On parle de 171 milliards d'investissements, je crois, dans ces 150 projets, mais est-ce que ce montant est vraiment à la hauteur des investissements énormes qui sont faits aux États-Unis, en Chine, notamment dans des secteurs d'avenir comme l'IA, l'intelligence artificielle. Vous avez vu la dernière édition de Choose France avec… – 93 milliards. – …des investissements majeurs qui ont été annoncés.

Mais ça, on le doit à quoi ? On le doit à une électricité abondante, décarbonée et extrêmement compétitive. J'entends sur tous les plateaux de télé certains responsables politiques nous expliquaient que l'électricité en France est hors de prix.

Mais enfin, je ne sais pas si ces gens parfois sortent de l'Hexagone et voient ce qui se passe ailleurs. En Allemagne, en Italie, le prix de l'électricité est du double du prix de l'électricité française et en plus d'une électricité qui n'est pas décarbonée. On a les atouts avec cette électricité massive et on a des atouts aussi parce qu'on a un écosystème IA, on a une stratégie autour de l'intelligence artificielle, on a des têtes qui pensent et qui réfléchissent à l'IA.

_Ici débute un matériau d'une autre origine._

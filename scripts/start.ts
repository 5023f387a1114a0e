/**
 * `npm start`: provisions and runs the whole product on this machine.
 * PostgreSQL (project-local cluster unless DATABASE_URL is set) → migrations → demo data
 * → production build (when stale) → mail fake + worker + web. Ctrl-C stops all of it.
 */
import { randomBytes } from "node:crypto";
import { existsSync, mkdirSync, readFileSync, writeFileSync } from "node:fs";
import path from "node:path";
import { fileURLToPath } from "node:url";
import pg from "pg";
import { createDb } from "../db/client";
import { runMigrations } from "../db/migrate";
import { DEMO_PASSWORD, DEMO_USERS, seedDemoData } from "../db/seed";
import { buildIsStale, runNextBuild } from "./lib/build";
import { createDatabase, isPortFree, startPersistentCluster, type Cluster } from "./lib/postgres";
import { startService, stopService, waitForHttp, type Managed } from "./lib/processes";

const root = path.resolve(path.dirname(fileURLToPath(import.meta.url)), "..");
const dataRoot = path.join(root, ".data");
const t0 = Date.now();
const step = (msg: string) => console.log(`› ${msg}  (${((Date.now() - t0) / 1000).toFixed(1)} s)`);

const port = Number(process.env.PORT ?? 3000);
const smtpPort = Number(process.env.MAIL_FAKE_SMTP_PORT ?? 2525);
const mailHttpPort = Number(process.env.MAIL_FAKE_HTTP_PORT ?? 2580);
const pgPort = Number(process.env.SERIATIM_PG_PORT ?? 54329);

let cluster: Cluster | undefined;
const services: Managed[] = [];
let shuttingDown = false;

async function shutdown(code: number): Promise<never> {
  if (!shuttingDown) {
    shuttingDown = true;
    console.log("\n› stopping…");
    for (const s of [...services].reverse()) await stopService(s);
    if (cluster) {
      cluster.stop();
      console.log("  PostgreSQL stopped");
    }
  }
  process.exit(code);
}
process.on("SIGINT", () => void shutdown(0));
process.on("SIGTERM", () => void shutdown(0));

/** A per-installation secret, kept with the data so sessions survive restarts. */
function authSecret(): string {
  if (process.env.AUTH_SECRET) return process.env.AUTH_SECRET;
  mkdirSync(dataRoot, { recursive: true });
  const file = path.join(dataRoot, "auth-secret");
  if (!existsSync(file)) writeFileSync(file, randomBytes(32).toString("base64url"), { mode: 0o600 });
  return readFileSync(file, "utf8").trim();
}

async function main() {
  for (const [name, p] of [
    ["web (PORT)", port],
    ["mail fake SMTP (MAIL_FAKE_SMTP_PORT)", smtpPort],
    ["mail fake web (MAIL_FAKE_HTTP_PORT)", mailHttpPort],
  ] as const) {
    if (!(await isPortFree(p))) throw new Error(`Port ${p} for the ${name} is taken; set that variable to a free port.`);
  }

  let databaseUrl = process.env.DATABASE_URL;
  if (databaseUrl) {
    step("using the PostgreSQL server in DATABASE_URL (no local cluster)");
  } else {
    step(`starting the project-local PostgreSQL cluster on 127.0.0.1:${pgPort}`);
    cluster = await startPersistentCluster(path.join(dataRoot, "postgres"), pgPort);
    databaseUrl = await createDatabase(cluster.serverUrl, "seriatim");
  }

  step("applying migrations");
  await runMigrations(databaseUrl);
  step("seeding demo data");
  const pool = new pg.Pool({ connectionString: databaseUrl, max: 2 });
  await seedDemoData(createDb(pool));
  await pool.end();

  const appUrl = process.env.APP_URL ?? `http://127.0.0.1:${port}`;
  const env: NodeJS.ProcessEnv = {
    ...process.env,
    DATABASE_URL: databaseUrl,
    APP_URL: appUrl,
    AUTH_URL: `${appUrl}/api/auth`,
    AUTH_SECRET: authSecret(),
    SMTP_URL: process.env.SMTP_URL ?? `smtp://127.0.0.1:${smtpPort}`,
    MAIL_FAKE_SMTP_PORT: String(smtpPort),
    MAIL_FAKE_HTTP_PORT: String(mailHttpPort),
    NEXT_TELEMETRY_DISABLED: "1",
    NODE_ENV: "production",
  };

  if (buildIsStale(root)) {
    step("building the production app (next build)");
    runNextBuild(root, env);
  } else {
    step("production build is up to date");
  }

  const tsx = [process.execPath, "--import", "tsx"];
  step("starting mail fake, worker and web");
  services.push(startService("mail", tsx[0], [...tsx.slice(1), "scripts/mail-fake.ts"], env, root));
  services.push(startService("worker", tsx[0], [...tsx.slice(1), "worker/index.ts"], env, root));
  const web = startService("web", path.join(root, "node_modules", ".bin", "next"), ["start", "-H", "127.0.0.1", "-p", String(port)], env, root);
  services.push(web);
  for (const s of services) {
    void s.exited.then((code) => {
      if (!shuttingDown) {
        console.error(`${s.name} exited unexpectedly (code ${code}); stopping everything`);
        void shutdown(1);
      }
    });
  }
  await waitForHttp(`http://127.0.0.1:${port}/api/health`, 60_000, () => web.child.exitCode === null);

  const width = Math.max(...DEMO_USERS.map((u) => u.email.length));
  console.log(`
  Seriatim is running  (ready in ${((Date.now() - t0) / 1000).toFixed(1)} s)

    App          ${appUrl}
    Local mail   http://127.0.0.1:${mailHttpPort}/   (sign-in links and invitations land here)
    Database     ${databaseUrl.replace(/:[^:@/]+@/, ":***@")}

  Demo sign-ins (password ${DEMO_PASSWORD}):
${DEMO_USERS.map((u) => `    ${u.email.padEnd(width)}  ${u.role.padEnd(8)}  ${u.team}`).join("\n")}

  Ctrl-C stops the app, the worker, the mail fake${cluster ? " and PostgreSQL" : ""}.
`);
}

main().catch(async (err: Error) => {
  console.error(`\nnpm start failed: ${err.message}`);
  await shutdown(1);
});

Et Mistral, on peut se raconter ce qu'on veut. Sur le continent européen, il y a peu de pays qui ont sorti une entreprise comme Mistral. Ce pays, c'est la France.

Donc, à l'échelle européenne, on est plutôt en – Peut-être, mais par rapport aux États-Unis, on parle quand même de milliers de milliards d'euros d'investissement dans le domaine. – Bien sûr, mais c'est bien pour ça que je pense que nous devons penser ces questions -là en européen. Aujourd'hui, la France, c'est 68 millions d'habitants en face de nous, on a la Chine, on a les États-Unis qui sont des états continents et qui pèsent à eux tout seuls bien plus que nous.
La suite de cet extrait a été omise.